M J Antony: The judicial tipping point
SC quashes a rule that encroaches on the power of the judiciary

Politicians and bureaucrats cry foul when the judiciary crosses constitutional borders in pursuit of the corrupt and dishonest among them. But when Parliament and the executive nibble at the powers of the judiciary, the latter has to suffer in silence or defend itself alone.
The 1970s saw the most formidable siege and assault on the judiciary by Parliament, which passed a series of constitutional amendments to dilute judicial powers. The judiciary came out unscathed, thanks more to luck than pluck. The intrusion of the executive into judicial territory is more subtle. It burrows into this domain. Bureaucrats create quasi-judicial posts for themselves and even elbow out those with a judicial background.

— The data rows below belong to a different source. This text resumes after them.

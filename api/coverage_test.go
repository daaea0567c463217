package api

import (
	"net/http"
	"testing"

	"github.com/google/go-cmp/cmp"
	"github.com/paulmach/orb"

	"ridgehop/internal/assess"
	"ridgehop/profile"
)

// twiceAreaDeg2 is twice the signed area of a ring (the shoelace formula),
// positive counter-clockwise.
func twiceAreaDeg2(ring [][]float64) float64 {
	sum := 0.0
	for i := range len(ring) - 1 {
		sum += ring[i][0]*ring[i+1][1] - ring[i+1][0]*ring[i][1]
	}
	return sum
}

func TestCoverageIsGeoJSON(t *testing.T) {
	contract, err := NewContract()
	if err != nil {
		t.Fatal(err)
	}
	square := func(west, south, side float64) orb.Ring {
		return orb.Ring{{west, south}, {west + side, south}, {west + side, south + side}, {west, south + side}, {west, south}}
	}
	clockwise := square(20, -5, 1)
	clockwise.Reverse()
	given := []assess.Coverage{
		{Kind: profile.KindUnstated, Rasters: 2, Area: orb.MultiPolygon{{square(7, 46, 3), square(8, 47, 1)}, {clockwise}}},
		{Name: "world", Kind: profile.KindSurface, OnDemand: true, Area: orb.MultiPolygon{{square(-180, -80.123456789, 10)}}, Attribution: "Somebody", Licence: "Free"},
	}
	h := service(t, func(d *Dependencies) { d.Elevation = height{coverage: given} })
	got := ask(h, http.MethodGet, "/v1/rasters/coverage.geojson", "")
	if kind := got.Header().Get("Content-Type"); got.Code != http.StatusOK || kind != "application/geo+json" {
		t.Fatalf("got %d %q %s", got.Code, kind, got.Body)
	}
	conforms(t, contract, "CoverageCollection", got.Body.Bytes())
	features := decoded[CoverageCollection](t, got.Body.Bytes()).Features
	if len(features) != 2 {
		t.Fatalf("got %d features, want one a source", len(features))
	}
	want := CoverageProperties{Source: "world", Kind: "surface", OnDemand: true, Attribution: "Somebody", Licence: "Free"}
	if diff := cmp.Diff(features[1].Properties, want); diff != "" {
		t.Error(diff)
	}
	for _, f := range features {
		for _, polygon := range f.Geometry.Coordinates {
			for k, ring := range polygon {
				if turn := twiceAreaDeg2(ring); turn > 0 != (k == 0) {
					t.Errorf("ring %d of %q turns the wrong way: %v", k, f.Properties.Source, ring)
				}
				if diff := cmp.Diff(ring[0], ring[len(ring)-1]); diff != "" || len(ring) < 4 {
					t.Errorf("ring %d of %q is not closed: %v", k, f.Properties.Source, ring)
				}
			}
		}
	}
	first := features[0].Geometry.Coordinates
	if len(first) != 2 || len(first[0]) != 2 || len(first[1]) != 1 {
		t.Errorf("polygons and holes: got %v", first)
	}
	if got, want := features[1].Geometry.Coordinates[0][0][0], []float64{-180, -80.1234568}; !cmp.Equal(got, want) {
		t.Errorf("decimals: got %v, want %v", got, want)
	}
	if clockwise[1] != (orb.Point{20, -4}) {
		t.Error("the terrain's own ring was turned")
	}
	if again := ask(h, http.MethodGet, "/v1/rasters/coverage.geojson", "", "If-None-Match", got.Header().Get("ETag")); again.Code != http.StatusNotModified {
		t.Errorf("with its tag: got %d, want 304", again.Code)
	}
}

func TestCoverageOfNothing(t *testing.T) {
	contract, err := NewContract()
	if err != nil {
		t.Fatal(err)
	}
	got := ask(service(t, nil), http.MethodGet, "/v1/rasters/coverage.geojson", "")
	conforms(t, contract, "CoverageCollection", got.Body.Bytes())
	if want := `{"type":"FeatureCollection","features":[]}` + "\n"; got.Body.String() != want {
		t.Errorf("got %s, want %s", got.Body, want)
	}
	failed := ask(service(t, func(d *Dependencies) { d.Elevation = height{err: errSecret} }), http.MethodGet, "/v1/rasters/coverage.geojson", "")
	if failed.Code != http.StatusInternalServerError || problemIn(t, failed).Type != "/docs#problem-internal" {
		t.Errorf("got %d %s", failed.Code, failed.Body)
	}
}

Two such instances unfolded in the Supreme Court in recent weeks. In one case, Amrik Singh vs Union of India, the Supreme Court asserted the role of the courts in adjudicating disputes. The issue involved was the constitutional validity of Section 347D of Delhi Municipal Corporation Act, 1957. There are similar provisions in the New Delhi Municipal Council Act, 1994. According to this rule, a citizen can appeal against the orders of the zonal engineer to a tribunal presided over by an additional sessions judge. However, if he is still dissatisfied with the judge’s decision, the next appeal lies to the Administrator of the national capital territory — the Lt Governor. This, said the petitioner, was a violation of the doctrines of the judicial review and independence of the judiciary enshrined in the Constitution.
It is obvious that the proceedings before the appellate tribunal are judicial in nature. It is presided over by a judge. According to several procedural laws, the tribunal is treated as a civil court. But the Delhi law gave primacy to the Administrator, as appeals against the decision of the judge must go to him.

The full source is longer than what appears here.